Ali M, I'll be the first to apologise if I have caused offence and in any way provoked you to act like a tool, however, my comments relating to you are as a direct result of your underhand and often disparaging comments on other threads - I can't explain, it just p1sses me off.

So, I'm sorry if I have offended you, I am not immature and recognise that I will react when I see others talked down to, it is not big or brave.


----------



## Pikey1466867920 (Apr 24, 2004)

Totally agree with Nath here, isn't the whole point of the board to help each other, discus things etc. If someone posts a picture and asks for opinions then that view should be presented constructively.

Provided that critique is presented positively no one should go getting prissy about what has been said.

I've got to say though personally I've always found everyone to be supportive. Although I have seen some threads degrade into folks having a pop at each other. A bit like road rage it's easy to act tough in a metal box or on the other end of an ADSL connection&#8230;

Also agree with PScarb anyone flaming anyone should be banned, one warning then out.


----------



## FAT BOY (Dec 19, 2005)

it takes a lot to put your picture up for the world to see, while constructive critisism is a usfull tool. it only takes one sarcastic comment, to shatter what a person is trying to achieve.


----------



## 3752 (Jan 7, 2005)

what would be a good thing would be those who have taken the p1ss should then post a pic of themselves on the board, if you are going to hand it out you must be prepared to take it as well...


----------



## andyboro1466867929 (Oct 31, 2006)

I have to admit, i wouldnt consider posting pics on here at the moment.. not because im ashamed.. im very aware of my flaws and, (if i do say so myself lol) I'm making plenty of headway on them already.. Its not because of one specific member either - its more because every photo thread i have seen recently has been reduced to a school-like skit fest and thats just not my cuppa tea.

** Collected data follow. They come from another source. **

/**
 * Crossing-number point-in-polygon over all rings (even-odd rule), as in W. R. Franklin's PNPOLY; the ray-crossing
 * test goes back to Shimrat 1962 (CACM Algorithm 112). Works in map coordinates.
 */
function insideRings(rings: readonly (readonly [number, number])[][], x: number, y: number): boolean {
  let inside = false;
  for (const ring of rings) {
    for (let i = 0, j = ring.length - 1; i < ring.length; j = i++) {
      const [xi, yi] = ring[i]!;
      const [xj, yj] = ring[j]!;
      if (yi > y !== yj > y && x < ((xj - xi) * (y - yi)) / (yj - yi) + xi) inside = !inside;
    }
  }
  return inside;
}

/** Distance from a point to a segment (plain vector geometry). */
function distanceToSegment(px: number, py: number, ax: number, ay: number, bx: number, by: number): number {
  const dx = bx - ax;
  const dy = by - ay;
  const l2 = dx * dx + dy * dy;
  const t = l2 > 0 ? Math.max(0, Math.min(1, ((px - ax) * dx + (py - ay) * dy) / l2)) : 0;
  return Math.hypot(px - ax - t * dx, py - ay - t * dy);
}

function distanceToRings(rings: readonly (readonly [number, number])[][], x: number, y: number): number {
  let best = Infinity;
  for (const ring of rings) {
    for (let i = 0, j = ring.length - 1; i < ring.length; j = i++) {
      best = Math.min(best, distanceToSegment(x, y, ring[j]![0], ring[j]![1], ring[i]![0], ring[i]![1]));
    }
  }
  return best;
}

// ---------------------------------------------------------------------------------------------------------------

describe('rasterisePolygon', () => {
  it('fills a square lake with a hole by cell centre (literal 6 x 6 grid)', () => {
    // 1 m cells, origin (0, 6), north-up: cell (row, col) has its centre at (col + 0.5, 5.5 - row).
    const g = grid(6, 6, [0, 1, 0, 6, 0, -1]);
    const outer: [number, number][] = [
      [0.8, 0.8],
      [5.2, 0.8],
      [5.2, 5.2],
      [0.8, 5.2],
      [0.8, 0.8],
    ];
    const hole: [number, number][] = [
      [2.2, 2.2],
      [2.2, 3.8],
      [3.8, 3.8],
      [3.8, 2.2],
      [2.2, 2.2],
    ];
    const cells = Array.from(rasterisePolygon(g, [xy(outer), xy(hole)]));
    // Centres 1.5 .. 4.5 in x and y are inside the outer ring; 2.5 and 3.5 (both axes) are in the hole.
    const expected: number[] = [];
    for (let row = 1; row <= 4; row++) {
      for (let col = 1; col <= 4; col++) {
        const inHole = (row === 2 || row === 3) && (col === 2 || col === 3);
        if (!inHole) expected.push(row * 6 + col);
      }
    }
    expect(cells).toEqual(expected);
  });

  it('gives the same cells whether the ring is closed or not and whichever way it winds', () => {
    const g = grid(8, 5, [100, 10, 0, 200, 0, -10]);
    const ring: [number, number][] = [
      [103, 197],
      [171, 190],
      [150, 152],
      [112, 160],
    ];
    const closed = rasterisePolygon(g, [xy([...ring, ring[0]!])]);
    const reversed = rasterisePolygon(g, [xy([...ring].reverse())]);
    expect(closed.length).toBeGreaterThan(3);
    expect(Array.from(rasterisePolygon(g, [xy(ring)]))).toEqual(Array.from(closed));
    expect(Array.from(reversed)).toEqual(Array.from(closed));
  });

  const coordinate = (low: number, high: number) => fc.double({ min: low, max: high, noNaN: true, noDefaultInfinity: true });

  for (const [label, transform] of [
    ['north-up', [1000.25, 10, 0, 5000.5, 0, -7.5]],
    ['south-up', [1000.25, 10, 0, 4873.0, 0, 7.5]],
  ] as const) {
    it(`marks exactly the cells whose centre a ray-casting test puts inside (random polygons with holes, ${label})`, () => {
      const g = grid(23, 17, [...transform]);
      const [x0, dx, , y0, , dy] = transform;
      const xLow = x0 - 30;
      const xHigh = x0 + 23 * dx + 30;
      const yLow = Math.min(y0, y0 + 17 * dy) - 30;
      const yHigh = Math.max(y0, y0 + 17 * dy) + 30;
      const point = fc.tuple(coordinate(xLow, xHigh), coordinate(yLow, yHigh));
      const ringArb = fc.array(point, { minLength: 3, maxLength: 12 });
      fc.assert(
        fc.property(fc.array(ringArb, { minLength: 1, maxLength: 3 }), (rings) => {
          const cells = rasterisePolygon(
            g,
            rings.map((ring) => xy(ring)),
          );
          const got = new Set(cells);
          expect(got.size).toBe(cells.length); // no cell twice
          for (let k = 1; k < cells.length; k++) expect(cells[k]!).toBeGreaterThan(cells[k - 1]!);
          const wrong: string[] = [];
          for (let row = 0; row < g.ny; row++) {
            for (let col = 0; col < g.nx; col++) {
              const cx = x0 + (col + 0.5) * dx;
              const cy = y0 + (row + 0.5) * dy;
              const inside = insideRings(rings, cx, cy);
              // A centre on (or within rounding of) an edge may go either way; the convention is tested above.
              if (got.has(row * g.nx + col) !== inside && distanceToRings(rings, cx, cy) >= 1e-9 * dx) wrong.push(`(${row}, ${col})`);
            }
          }
          expect(wrong, 'cells where the fill and ray casting disagree').toEqual([]);
        }),
        { numRuns: 200, seed: 51 },
      );
    });
  }
});

describe('rasteriseLine', () => {
  it('marks every cell a shallow diagonal crosses, and only those (literal 5 x 3 grid)', () => {
    // 1 m cells, origin (0, 3), north-up. The line y = 2.5 - (x - 0.5) / 2 meets column lines at x = 1, 2, 3, 4
    // (y = 2.25, 1.75, 1.25, 0.75) and row lines at y = 2 (x = 1.5) and y = 1 (x = 3.5); worked out by hand.
    const g = grid(5, 3, [0, 1, 0, 3, 0, -1]);
    const pieces = rasteriseLine(
      g,
      xy([
        [0.5, 2.5],
        [4.5, 0.5],
      ]),
    );
    expect(Array.from(pieces.cells)).toEqual([0, 1, 6, 7, 8, 13, 14]);
    // Piece ends at the crossings, as along-line distances (length of the line per unit of x: sqrt(1.25)).
    const s = Math.sqrt(1.25);
    const ends = [1, 1.5, 2, 3, 3.5, 4, 4.5].map((x) => (x - 0.5) * s);
    ends.forEach((d, k) => expect(pieces.to[k]).toBeCloseTo(d, 12));
    expect(pieces.from[0]).toBe(0);
    expect(pieces.vertexDistance[1]).toBeCloseTo(4 * s, 12);
  });

  it('does not mark the cells a 45 degree line only touches at their corners', () => {
    const g = grid(4, 4, [0, 1, 0, 4, 0, -1]);
    const pieces = rasteriseLine(
      g,
      xy([
        [0, 4],
        [4, 0],
      ]),
    );
    expect(Array.from(pieces.cells)).toEqual([0, 5, 10, 15]);
    // Passing a rounding error away from the corners (as after a reprojection) changes nothing.
    const nearly = rasteriseLine(
      g,
      xy([
        [0, 4 + 1e-13],
        [4, 1e-13],
      ]),
    );
    expect(Array.from(nearly.cells)).toEqual([0, 5, 10, 15]);
  });

  it('puts a line along a cell edge in the cells south of it (the rule of cellAt)', () => {
    const g = grid(3, 3, [0, 1, 0, 3, 0, -1]);
    const pieces = rasteriseLine(
      g,
      xy([
        [0.2, 2],
        [2.7, 2],
      ]),
    );
    expect(Array.from(pieces.cells)).toEqual([3, 4, 5]);
  });

  it('keeps only the part inside the grid, with distances still measured from the first vertex', () => {
    const g = grid(4, 1, [0, 10, 0, 10, 0, -10]);
    const pieces = rasteriseLine(
      g,
      xy([
        [-25, 5],
        [15, 5],
      ]),
    );
    expect(Array.from(pieces.cells)).toEqual([0, 1]);
    expect(pieces.from[0]).toBeCloseTo(25, 12);
    expect(pieces.to[1]).toBeCloseTo(40, 12);
  });

  it('agrees with a dense sampling of random polylines (every sampled cell marked; unsampled ones crossed only briefly)', () => {
    const transform = [2000.5, 12, 0, 900.25, 0, -9] as const;
    const g = grid(19, 14, [...transform]);
    const [x0, dx, , y0, , dy] = transform;
    const point = fc.tuple(
      fc.double({ min: x0 - 40, max: x0 + 19 * dx + 40, noNaN: true, noDefaultInfinity: true }),
      fc.double({ min: y0 + 14 * dy - 40, max: y0 + 40, noNaN: true, noDefaultInfinity: true }),
    );
    fc.assert(
      fc.property(fc.array(point, { minLength: 2, maxLength: 6 }), (points) => {
        const pieces = rasteriseLine(g, xy(points));
        const lengthIn = new Map<number, number>();
        for (let k = 0; k < pieces.cells.length; k++) {
          expect(pieces.to[k]!).toBeGreaterThan(pieces.from[k]!);
          lengthIn.set(pieces.cells[k]!, (lengthIn.get(pieces.cells[k]!) ?? 0) + pieces.to[k]! - pieces.from[k]!);
          // The middle of each piece lies in its cell.
          const middle = pointAlong(points, 0.5 * (pieces.from[k]! + pieces.to[k]!));
          const cell = cellAt(g, middle[0], middle[1]);
          expect(cell && cell.row * g.nx + cell.col).toBe(pieces.cells[k]);
        }
        // Dense sampling: 4000 points per segment.
        const step = new Map<number, number>();
        const sampled = new Set<number>();
        for (let s = 0; s + 1 < points.length; s++) {
          const [ax, ay] = points[s]!;
          const [bx, by] = points[s + 1]!;
          const spacing = Math.hypot(bx - ax, by - ay) / 4000;
          for (let i = 0; i <= 4000; i++) {
            const cell = cellAt(g, ax + ((bx - ax) * i) / 4000, ay + ((by - ay) * i) / 4000);
            if (!cell) continue;
            const p = cell.row * g.nx + cell.col;
            sampled.add(p);
            step.set(p, Math.max(step.get(p) ?? 0, spacing));
          }
        }
        // Each sample's cell is marked, except a sample exactly on a cell edge or corner, which cellAt assigns
        // east/south even when the line only touches that cell; random doubles practically never land there.
        for (const p of sampled) expect(lengthIn.has(p), `sampled cell ${p}`).toBe(true);
        // A marked cell that no sample hit is crossed over less than two sample spacings.
        let longestSegment = 0;
        for (let s = 0; s + 1 < points.length; s++)
          longestSegment = Math.max(longestSegment, Math.hypot(points[s + 1]![0] - points[s]![0], points[s + 1]![1] - points[s]![1]));
        for (const [p, length] of lengthIn) {
          if (!sampled.has(p)) expect(length, `unsampled cell ${p}`).toBeLessThan((2 * longestSegment) / 4000);
        }
      }),
      { numRuns: 200, seed: 7 },
    );
  });
});

/** The point at along-line distance `d` of a polyline (plain linear interpolation, independent of shapes.ts). */
function pointAlong(points: readonly (readonly [number, number])[], d: number): [number, number] {
  let start = 0;
  for (let s = 0; s + 1 < points.length; s++) {
    const [ax, ay] = points[s]!;
    const [bx, by] = points[s + 1]!;
    const length = Math.hypot(bx - ax, by - ay);
    if (d <= start + length || s + 2 === points.length) {
      const w = length > 0 ? (d - start) / length : 0;
      return [ax + w * (bx - ax), ay + w * (by - ay)];
    }
    start += length;
  }
  return [points[0]![0], points[0]![1]];
}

Its a bit of a shame really because the quality of the advice given on other subjects (from both the members and mods) can be outstanding.


----------



## squatty (Jun 23, 2006)

andyboro said:


> I have to admit, i wouldnt consider posting pics on here at the moment.. not because im ashamed.. im very aware of my flaws and, (if i do say so myself lol) I'm making plenty of headway on them already.. Its not because of one specific member either - its more because every photo thread i have seen recently has been reduced to a school-like skit fest and thats just not my cuppa tea.
> 
> Its a bit of a shame really because the quality of the advice given on other subjects (from both the members and mods) can be outstanding.


That echos my sentiments entirely mate. Last time I posted pics here, I also posted them on two other forums and got some really useful input from the other sites that I took on board. I would definately do the same again. I wouldnt dream of posting them here again, whilst the present climate is like it is.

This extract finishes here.